"Cannot combine the series or dataframe because it comes from a different dataframe" while-CodePudding

I'm using the Databricks. For my data I created a DeltaLake. Then I tried to modify the column using pandas API but for some reason the following error message pops up:

ValueError: Cannot combine the series or dataframe because it comes from a different dataframe.

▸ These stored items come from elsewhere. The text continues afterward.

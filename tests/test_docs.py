"""The docs: the recipe reference is up to date, and no doc points to a file that is not in the repository."""

from __future__ import annotations

import re
import subprocess
import sys
from pathlib import Path

import pytest

ROOT = Path(__file__).resolve().parents[1]
DOCS = [*sorted((ROOT / "docs").glob("*.md")), ROOT / "README.md", ROOT / "DEVELOPERS.md"]
LINK = re.compile(r"\[[^\]]*\]\(([^)\s]+)\)")


def test_recipe_reference_is_up_to_date():
    done = subprocess.run([sys.executable, str(ROOT / "docs" / "make_reference.py"), "--check"],
                          capture_output=True, text=True, cwd=ROOT)
    assert done.returncode == 0, done.stderr


@pytest.mark.parametrize("page", DOCS, ids=[p.relative_to(ROOT).as_posix() for p in DOCS])
def test_relative_links_point_to_files_in_the_repository(page: Path):
    text = re.sub(r"```.*?```", "", page.read_text("utf-8"), flags=re.S)  # code blocks hold no links
    broken = []
    for target in LINK.findall(text):
        if re.match(r"[a-z][a-z0-9+.-]*:", target) or target.startswith("#"):
            continue  # a web address or an anchor on the same page
        path = (page.parent / target.split("#", 1)[0]).resolve()
        if not path.exists():
            broken.append(target)
    assert broken == [], f"{page.name} links to files that are not in the repository: {broken}"


NAMED = re.compile(r"`((?:pipeline|plugins|docs|configs|tests|bench)/[\w./-]+\.\w+)`")


@pytest.mark.parametrize("page", DOCS, ids=[p.relative_to(ROOT).as_posix() for p in DOCS])
def test_repository_paths_named_in_the_docs_exist(page: Path):
    missing = [p for p in NAMED.findall(page.read_text("utf-8")) if not (ROOT / p).exists() and "*" not in p]
    assert missing == [], f"{page.name} names files that are not in the repository: {missing}"


def test_the_link_check_can_fail(tmp_path: Path):
    page = tmp_path / "x.md"
    page.write_text("see [here](missing.md) and [web](https://example.org)", "utf-8")
    assert LINK.findall(page.read_text("utf-8")) == ["missing.md", "https://example.org"]
    assert not (page.parent / "missing.md").exists()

In order to allow this operation, enable 'compute.ops_on_diff_frames' option.

I use the following code to rewrite data in the table:

df_new = spark.read.format('delta').load(f"abfss://{container}@{storage_account_name}.dfs.core.windows.net/{delta_name}")

import numpy as np
import pandas as pd
import matplotlib.pyplot as plt
import seaborn as sns
from math import *
from pyspark.pandas.config import set_option
import pyspark.pandas as ps
%matplotlib inline

from pyspark.pandas.config import set_option
import pyspark.pandas as ps

win_len = 5000

# For this be sure you have runtime 1.11 or earlier version

df_new = df_new.pandas_api()
print('Creating Average active power for U1 and V1...')
df_new['p_avg1'] = df_new.Current1.mul(df_new['Voltage1']).rolling(min_periods=1, window=win_len).mean()

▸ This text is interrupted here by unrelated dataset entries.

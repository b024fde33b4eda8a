"""The fast routes (plain numbers in one numpy call; unquoted text split with str.split) give the very same
result as the careful routes."""

from __future__ import annotations

import numpy as np
import pytest
from hypothesis import given, settings
from hypothesis import strategies as st
from vzero.plugins.importers import readers
from vzero.plugins.importers.readers import ReadOptions, load_grid, read_table


def _plate_text(cells: list[list[str]]) -> bytes:
    head = "time (s),temp (C),A1,A2,B1\n"
    return (head + "".join(",".join(r) + "\n" for r in cells)).encode()


CASES = {
    "plain": [["0", "25.0", "0.1", "0.2", "0.3"], ["30", "25.1", "0.11", "0.21", "0.31"]],
    "spellings": [["0", "25", " 1e-05", "+2.5", "-0"], ["30", "25", "1E+3", ".5", "7."]],
    "nan text": [["0", "25", "nan", "0.2", "0.3"], ["30", "25", "0.1", "NaN", "0.3"]],
    "overflow token": [["0", "25", "OVER", "0.2", "0.3"], ["30", "25", "0.1", "0.2", ">3.5"]],
}


@pytest.mark.parametrize("name", sorted(CASES))
def test_fast_and_careful_routes_agree(name: str, monkeypatch: pytest.MonkeyPatch):
    data = _plate_text(CASES[name])
    (fast,) = read_table(data, source="p.csv")
    monkeypatch.setattr(readers, "_plain_numbers", lambda rows, columns: None)
    (careful,) = read_table(data, source="p.csv")
    assert fast.wells == careful.wells == ["A1", "A2", "B1"]
    for a, b in [(fast.time_s, careful.time_s), (fast.signal, careful.signal), (fast.saturated, careful.saturated),
                 (fast.temperature, careful.temperature)]:
        np.testing.assert_array_equal(a, b)
        assert a.dtype == b.dtype and a.shape == b.shape
    assert fast.assumptions == careful.assumptions


def test_values_are_pythons_float_of_the_text():
    """Reference: Python's float() of each cell (correctly rounded decimal to binary, IEEE 754)."""
    texts = ["0.1", "0.30000000000000004", "1e-300", "123456789.123456789", "2.5e-7"]
    data = _plate_text([["0", "25", texts[0], texts[1], texts[2]], ["30", "25", texts[3], texts[4], "1"]])
    (block,) = read_table(data, source="p.csv")
    assert block.signal[0].tolist() == [float(texts[0]), float(texts[3])]
    assert block.signal[1].tolist() == [float(texts[1]), float(texts[4])]


def test_infinite_read_still_named(monkeypatch: pytest.MonkeyPatch):
    data = _plate_text([["0", "25", "0.1", "inf", "0.3"], ["30", "25", "0.1", "0.2", "0.3"]])
    with pytest.raises(readers.InputFileError, match="'inf' is not a number"):
        read_table(data, source="p.csv")


@settings(max_examples=80, deadline=None)
@given(st.lists(st.lists(st.text(alphabet="ab1 .;-é", max_size=4), max_size=5), max_size=6))
def test_unquoted_text_splits_like_the_csv_module(rows: list[list[str]]):
    """Text without quotes or carriage returns is split with str.split; the same text with CRLF line ends
    goes through the csv module (the reference): same cells, same line numbers."""
    body = [",".join(r) for r in rows]
    lf = ("\n".join(["h,t", *body]) + "\n").encode()
    opts = ReadOptions(delimiter=",", decimal=".", encoding="utf-8")
    fast = load_grid(lf, source="p.csv", options=opts)
    careful = load_grid(lf.replace(b"\n", b"\r\n"), source="p.csv", options=opts)
    assert fast.rows == careful.rows and fast.lines == careful.lines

print('Creating Average active power for U2 and V2...')
df_new['p_avg2'] = df_new.Current2.mul(df_new['Voltage2']).rolling(min_periods=1, window=win_len).mean()

print('Creating Average active power for U3 and V3...')
df_new['p_avg3'] = df_new.Current3.mul(df_new['Voltage3']).rolling(min_periods=1, window=win_len).mean()

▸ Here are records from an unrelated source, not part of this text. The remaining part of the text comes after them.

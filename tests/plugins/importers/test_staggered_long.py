"""Long tables whose wells are stamped a few seconds apart within each read cycle (common in exports that
list every read with its own time): reads are aligned by cycle, so blanks and samples share a time axis."""

from __future__ import annotations

import numpy as np
from numpy.testing import assert_allclose
from vzero.plugins.importers.readers import ReadOptions, read_table


def _long_csv(offsets: dict[str, float], cycle_s: float = 30.0, n: int = 6) -> bytes:
    rows = ["well,time (s),signal"]
    for k in range(n):
        for well, off in offsets.items():
            rows.append(f"{well},{k * cycle_s + off:g},{0.1 + 0.01 * k + (0.002 if well != 'A1' else 0):g}")
    return ("\n".join(rows) + "\n").encode()


def test_staggered_reads_are_aligned_by_cycle():
    block = read_table(_long_csv({"A1": 0.0, "A2": 2.0, "A3": 4.0}), source="staggered.csv",
                       options=ReadOptions())[0]
    assert block.signal.shape == (3, 6) and np.isfinite(block.signal).all()
    assert_allclose(block.time_s, np.arange(6) * 30.0 + 2.0)  # the median stamp of each cycle
    assert any("aligned by cycle" in note and "4 s apart" in note for note in block.assumptions)


def test_reads_far_apart_are_kept_as_read_with_a_note():
    block = read_table(_long_csv({"A1": 0.0, "A2": 20.0}), source="apart.csv", options=ReadOptions())[0]
    assert block.signal.shape == (2, 12)  # not aligned: 20 s stagger on a 30 s cycle
    assert any("could not be aligned" in note for note in block.assumptions)


def test_shared_times_are_left_alone():
    block = read_table(_long_csv({"A1": 0.0, "A2": 0.0}), source="shared.csv", options=ReadOptions())[0]
    assert block.signal.shape == (2, 6) and not any("cycle" in n for n in block.assumptions)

print('Creating Average active power for U4 and V4...')
df_new['p_avg4'] = df_new.Current4.mul(df_new['Voltage4']).rolling(min_periods=1, window=win_len).mean()

print('Converting to Spark dataframe')
df_new = df_new.to_spark()

print('Complete')

Previously with pandas API there were no problem, I'm using the lastest Runtime 11.2. Only one dataframe was loaded while I was using cluster.

Thank you in advance.

CodePudding user response：

The error message is suggesting this: In order to allow this operation, enable 'compute.ops_on_diff_frames' option

Here's how to enable this option per the docs:

import pyspark.pandas as ps
ps.set_option('compute.ops_on_diff_frames', True)

The docs have this important warning:

Pandas API on Spark disallows the operations on different DataFrames (or Series) by default to prevent expensive operations. It internally performs a join operation which can be expensive in general.